I prefer to use recursion in a lot of cases in languages with pattern matching in function heads (e.g. Erlang or Elixir), particularly when each "case" deals with the accumulated state differently, which is more often than not.
When you are doing simple maps/filters whatever, then yeah, higher order functions all the way.
Actually F_90 < 2^64. Golang ints are minimum 32bits and can be 64bits so my results were not completely useless at all ;)
Indeed you can compute Fibonacci numbers (and other linear recurrences) with matrix exponentiation, or with a closed-form equation like the Binet Formula - but I limited the scope of this article to tail recursion.
I suspect that computing Fibonacci numbers with Binet formula is slower than with matrix form - if mul(n) is the number of multiplications required to compute x^n, then matrix form will use 8 * mul(n) integer multiplications, while Binet's formula requires 2 * mul(n) floating point operations. I suspect the latter is slower.

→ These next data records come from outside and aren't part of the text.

/**
 * A table's header line made into a plan per column: each header mapped to a quantity (by its
 * id, label or recognised headers, or by hand), its unit read from the header ("lvot diameter
 * [mm]", "lvotDiameterMm") and the conversion to the quantity's canonical unit; or kept as text.
 *
 * @module
 */
import type { Quantity } from "../core/types.ts";
import { headerMatches, normalizeHeader } from "../core/quantity.ts";
import { readAmount } from "../core/units.ts";
import { formatUnit } from "../core/text.ts";
import { QUANTITIES } from "../quantities/mod.ts";
import type { ReadTableOptions } from "./types.ts";
import { restoreFormula } from "./formula_guard.ts";

/** How one column of the file is read. */
export interface ColumnPlan {
  /** Position in the record. */
  readonly index: number;
  /** The header as written (trimmed). */
  readonly header: string;
  /** Column name: the quantity's id, or the header for a text column. */
  readonly name: string;
  /** The quantity, or null for a text column. */
  readonly quantity: Quantity | null;
  /** The unit the file uses. */
  readonly sourceUnit: string;
  /** Multiply by `factor`, or divide by `divisor` when the conversion is 1/integer (so 38 mm
   * gives exactly 3.8 cm). */
  readonly factor: number;
  /** See `factor`; 0 when unused. */
  readonly divisor: number;
}

/** Unit words written at the end of a header without brackets ("lvotDiameterMm"). */
const UNIT_WORDS: Readonly<Record<string, string>> = {
  mm: "mm",
  cm: "cm",
  m: "m",
  ml: "mL",
  l: "L",
  g: "g",
  kg: "kg",
  ms: "ms",
  s: "s",
  mps: "m/s",
  cmps: "cm/s",
  hz: "Hz",
  mhz: "MHz",
  mmhg: "mmHg",
  percent: "%",
  pct: "%",
  deg: "deg",
  m2: "m^2",
  cm2: "cm^2",
  y: "year",
  years: "year",
};

/** Splits "weight [kg]" into name and unit. */
/**
 * Splits a header into its name and the unit written in brackets at its end.
 *
 * @param header A column header.
 * @returns The name and the unit (undefined when the header names none).
 *
 * @example
 * ```ts
 * import { splitHeader } from "@sonorigor/sonorigor";
 * import assert from "node:assert/strict";
 * assert.deepEqual(splitHeader("LVOT diameter [mm]"), { name: "LVOT diameter", unit: "mm" });
 * assert.deepEqual(splitHeader("patient"), { name: "patient", unit: undefined });
 * ```
 */
export function splitHeader(header: string): { name: string; unit: string | undefined } {
  const m = /^(.*?)\s*\[([^\]]+)\]\s*$/.exec(header);
  return m ? { name: m[1]!.trim(), unit: m[2]!.trim() } : { name: header.trim(), unit: undefined };
}

/**
 * Plans the columns of a header record.
 *
 * @param fields The header record's fields.
 * @param line The header's line in the file.
 * @param delimiter The delimiter the record was split with.
 * @param options The reader's options (mapping, units, quantities).
 * @param source Name of the file, for messages.
 * @returns One plan per column.
 * @throws {TypeError} For a header without a name, one column holding a delimiter the file does
 * not use, two columns of one quantity, a recognised numeric column without a unit, a unit that
 * cannot be converted, an ambiguous header, a mapping to an unknown quantity.
 *
 * @example
 * ```ts
 * import { planColumns } from "@sonorigor/sonorigor";
 * import assert from "node:assert/strict";
 * const [id, d] = planColumns(["id", "lvot diameter [mm]"], 1, ",", {}, "demo.csv");
 * assert.equal(id!.quantity, null);
 * assert.equal(d!.name, "lvotDiameter");
 * assert.equal(d!.divisor, 10); // 1 mm = 1/10 cm
 * assert.throws(() => planColumns(["id;height [cm]"], 1, ",", { delimiter: "," }, "demo.csv"),
 *   /demo\.csv: line 1, expected columns separated by ',' \(the delimiter given\), got one column 'id;height \[cm\]' holding ';': set the delimiter to ';' or 'auto'/);
 * ```
 */
export function planColumns(
  fields: readonly string[],
  line: number,
  delimiter: string,
  options: ReadTableOptions,
  source: string,
): ColumnPlan[] {
  const fail = (message: string): never => {
    throw new TypeError(`${source}: line ${line}, ${message}`);
  };
  const quantities = [...(options.quantities ?? QUANTITIES.values())];
  const explicit = options.columns ?? {};
  // a header the writer neutralised against spreadsheet formulas reads back as written
  const headers = fields.map((h) => restoreFormula(h.trim()));
  if (headers.length === 1) {
    const other = [",", ";", "\t"].find((d) => d !== delimiter && headers[0]!.includes(d));
    if (other !== undefined) {
      const name = (d: string) => d === "\t" ? "a tab" : `'${d}'`;
      fail(
        `expected columns separated by ${name(delimiter)} (the delimiter ${
          options.delimiter && options.delimiter !== "auto" ? "given" : "detected"
        }), got one column '${headers[0]}' holding ${name(other)}: set the delimiter to ${
          name(other)
        } or 'auto'`,
      );
    }
  }
  const plans = headers.map((header, index): ColumnPlan => {
    if (header === "") fail(`expected a name for column ${index + 1}, got an empty header`);
    const split = splitHeader(header);
    const mapped = explicit[header] ?? explicit[split.name];
    let unit = options.units?.[header] ?? options.units?.[split.name] ?? split.unit;
    const text = {
      index,
      header,
      name: header,
      quantity: null,
      sourceUnit: "",
      factor: 1,
      divisor: 0,
    };
    let quantity: Quantity | null;
    if (mapped !== undefined) {
      if (mapped === "text") return text;
      quantity = typeof mapped === "string"
        ? QUANTITIES.get(mapped) ?? quantities.find((q) => q.id === mapped) ?? null
        : mapped;
      if (quantity === null) {
        fail(`column '${header}' is mapped to an unknown quantity '${mapped}'`);
      }
    } else {
      let matches = quantities.filter((q) => headerMatches(q, split.name));
      if (matches.length === 0 && unit === undefined) {
        // a unit written as the header's last word: "lvotDiameterMm", "lvef_percent"
        const words = normalizeHeader(split.name).split(" ");
        const word = UNIT_WORDS[words.at(-1) ?? ""];
        if (word !== undefined && words.length > 1) {
          const stem = words.slice(0, -1).join(" ");
          matches = quantities.filter((q) => headerMatches(q, stem));
          if (matches.length > 0) unit = word;
        }
      }
      if (matches.length > 1) {
        fail(
          `column '${header}' could mean ${
            matches.map((q) => q.label).join(" or ")
          }; map it with the option columns`,
        );
      }
      quantity = matches[0] ?? null;
    }
    if (quantity === null) return text;
    if (unit === undefined) {
      if (quantity.unit === "1" || quantity.unit === "%") unit = quantity.unit;
      else {
        fail(
          `column '${header}' (${quantity.label}) has no unit: expected it in the header, e.g. '${split.name} [${quantity.unit}]', got '${header}'`,
        );
      }
    }
    if (unit !== quantity.unit && typeof readAmount(`1 ${unit}`, quantity.unit) !== "number") {
      unit = UNIT_WORDS[unit!.toLowerCase()] ?? unit; // "y", "mps", "pct"
    }
    const factor = unit === quantity.unit ? 1 : readAmount(`1 ${unit}`, quantity.unit);
    if (typeof factor !== "number") {
      return fail(
        `column '${header}' (${quantity.label}): expected a unit convertible to ${
          formatUnit(quantity.unit) || "a number"
        }, got '${unit}'`,
      );
    }
    const inverse = Math.round(1 / factor);
    const divisor = factor < 1 && Math.abs(1 / factor - inverse) < 1e-9 * inverse ? inverse : 0;
    return { index, header, name: quantity.id, quantity, sourceUnit: unit!, factor, divisor };
  });
  const seen = new Map<string, string>();
  for (const p of plans) {
    const before = seen.get(p.name);
    if (before !== undefined) {
      fail(
        p.quantity
          ? `columns '${before}' and '${p.header}' both hold ${p.quantity.label}; expected one (map one of them as text)`
          : `expected unique column names, got '${p.name}' twice`,
      );
    }
    seen.set(p.name, p.header);
  }
  return plans;
}
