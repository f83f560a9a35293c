/**
 * Quantities of ultrasound physics and scanner settings: transmit frequency, speed of sound,
 * depth, insonation angle, pulse repetition frequency, Doppler shift, and what is computed from
 * them (wavelength, resolution, attenuation, timing, acoustic output).
 *
 * Valid ranges are what the physics allows; typical ranges are those of diagnostic cardiac
 * ultrasound. Both are common practice, no source, unless a range says otherwise.
 *
 * @module
 */
import { defineQuantity } from "../core/quantity.ts";
import type { Quantity } from "../core/types.ts";

const NOTE = "common practice, no source";

/**
 * Transmit (carrier) frequency of the probe.
 *
 * @example
 * ```ts
 * import { TRANSMIT_FREQUENCY } from "@sonorigor/sonorigor";
 * import assert from "node:assert/strict";
 * assert.equal(TRANSMIT_FREQUENCY.unit, "MHz");
 * ```
 */
export const TRANSMIT_FREQUENCY: Quantity = defineQuantity({
  id: "transmitFrequency",
  label: "Transmit frequency",
  symbol: "f₀",
  unit: "MHz",
  description: "Transmit (carrier) frequency of the probe",
  valid: { min: 0, max: 100, minExclusive: true },
  typical: { min: 1, max: 15 },
  resolution: 0.1,
  headers: ["frequency", "probe frequency", "f0"],
  rangeNote: NOTE,
});

/**
 * Speed of sound in the medium (the scanner assumes 1540 m/s in soft tissue).
 *
 * @example
 * ```ts
 * import { SOUND_SPEED } from "@sonorigor/sonorigor";
 * import assert from "node:assert/strict";
 * assert.equal(SOUND_SPEED.unit, "m/s");
 * ```
 */
export const SOUND_SPEED: Quantity = defineQuantity({
  id: "soundSpeed",
  label: "Speed of sound",
  symbol: "c",
  unit: "m/s",
  description: "Speed of sound in the medium (scanner assumption for soft tissue: 1540 m/s)",
  valid: { min: 0, max: 10000, minExclusive: true },
  typical: { min: 1400, max: 1650 },
  resolution: 1,
  headers: ["c", "sound speed"],
  rangeNote: NOTE,
});

/**
 * Depth along the beam (imaging depth, sample-volume depth, reflector depth).
 *
 * @example
 * ```ts
 * import { DEPTH } from "@sonorigor/sonorigor";
 * import assert from "node:assert/strict";
 * assert.equal(DEPTH.unit, "cm");
 * ```
 */
export const DEPTH: Quantity = defineQuantity({
  id: "depth",
  label: "Depth",
  symbol: "d",
  unit: "cm",
  description: "Depth along the beam",
  valid: { min: 0, max: 50, minExclusive: true },
  typical: { min: 0.5, max: 30 },
  resolution: 0.1,
  headers: ["imaging depth", "sample depth"],
  rangeNote: NOTE,
});

/**
 * Insonation angle between the ultrasound beam and the flow direction (0° = parallel).
 *
 * @example
 * ```ts
 * import { INSONATION_ANGLE } from "@sonorigor/sonorigor";
 * import assert from "node:assert/strict";
 * assert.equal(INSONATION_ANGLE.valid.maxExclusive, true);
 * ```
 */
export const INSONATION_ANGLE: Quantity = defineQuantity({
  id: "insonationAngle",
  label: "Insonation angle",
  symbol: "θ",
  unit: "deg",
  description: "Angle between the ultrasound beam and the flow direction (0° = parallel)",
  valid: { min: 0, max: 90, maxExclusive: true },
  typical: { min: 0, max: 20 },
  resolution: 1,
  headers: ["angle", "theta"],
  rangeNote: NOTE,
});

/**
 * Signed insonation angle: the beam on either side of the flow direction (0° = parallel).
 *
 * @example
 * ```ts
 * import { SIGNED_INSONATION_ANGLE } from "@sonorigor/sonorigor";
 * import assert from "node:assert/strict";
 * assert.equal(SIGNED_INSONATION_ANGLE.valid.min, -90);
 * ```
 */
export const SIGNED_INSONATION_ANGLE: Quantity = defineQuantity({
  id: "signedInsonationAngle",
  label: "Insonation angle (signed)",
  symbol: "θ",
  unit: "deg",
  description:
    "Angle between the ultrasound beam and the flow direction, signed by the side of the beam (0° = parallel)",
  valid: { min: -90, max: 90, minExclusive: true, maxExclusive: true },
  typical: { min: -20, max: 20 },
  resolution: 1,
  rangeNote: NOTE,
});

/**
 * Pulse repetition frequency.
 *
 * @example
 * ```ts
 * import { PULSE_REPETITION_FREQUENCY } from "@sonorigor/sonorigor";
 * import assert from "node:assert/strict";
 * assert.equal(PULSE_REPETITION_FREQUENCY.symbol, "PRF");
 * ```
 */
export const PULSE_REPETITION_FREQUENCY: Quantity = defineQuantity({
  id: "pulseRepetitionFrequency",
  label: "Pulse repetition frequency",
  symbol: "PRF",
  unit: "Hz",
  description: "Pulses transmitted per second",
  valid: { min: 0, max: 1e6, minExclusive: true },
  typical: { min: 100, max: 50000 },
  resolution: 1,
  headers: ["prf"],
  rangeNote: NOTE,
});

/**
 * Doppler frequency shift (negative: flow away from the probe).
 *
 * @example
 * ```ts
 * import { DOPPLER_SHIFT } from "@sonorigor/sonorigor";
 * import assert from "node:assert/strict";
 * assert.equal(DOPPLER_SHIFT.unit, "Hz");
 * ```
 */
export const DOPPLER_SHIFT: Quantity = defineQuantity({
  id: "dopplerShift",
  label: "Doppler shift",
  symbol: "Δf",
  unit: "Hz",
  description: "Doppler frequency shift of the echoes (negative: flow away from the probe)",
  valid: { min: -1e6, max: 1e6 },
  typical: { min: -20000, max: 20000 },
  resolution: 1,
  rangeNote: NOTE,
});

/**
 * The ultrasound-physics quantities, listed for the package's quantity lookup.
 *
 * @example
 * ```ts
 * import { ULTRASOUND_QUANTITIES } from "@sonorigor/sonorigor";
 * import assert from "node:assert/strict";
 * assert.ok(ULTRASOUND_QUANTITIES.length > 0);
 * ```
 */
export const ULTRASOUND_QUANTITIES: readonly Quantity[] = [
  TRANSMIT_FREQUENCY,
  SOUND_SPEED,
  DEPTH,
  INSONATION_ANGLE,
  SIGNED_INSONATION_ANGLE,
  PULSE_REPETITION_FREQUENCY,
  DOPPLER_SHIFT,
];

> You can implement matrix exponentiation recursively however.
And tail recursively, and – going full circle – you can convert that tail recursion into iteration (see [1] for example, using techniques described in [2]).
Many thanks, and very very nice article. I used to spend time reading about linear recurrences and all things fibonacci. I stopped but this reminds me I should go back into it.
When I see func FibTailVecSum(n int) int { if n < 2 ... and func FibTailVec(acc int, a int, b int) (int, int) { if acc == 1 { I go full Terry Pratchett and began to yell Guards! Guards! I mean, these are perfect examples of Elixir guards. Is there a similar functionality in Go?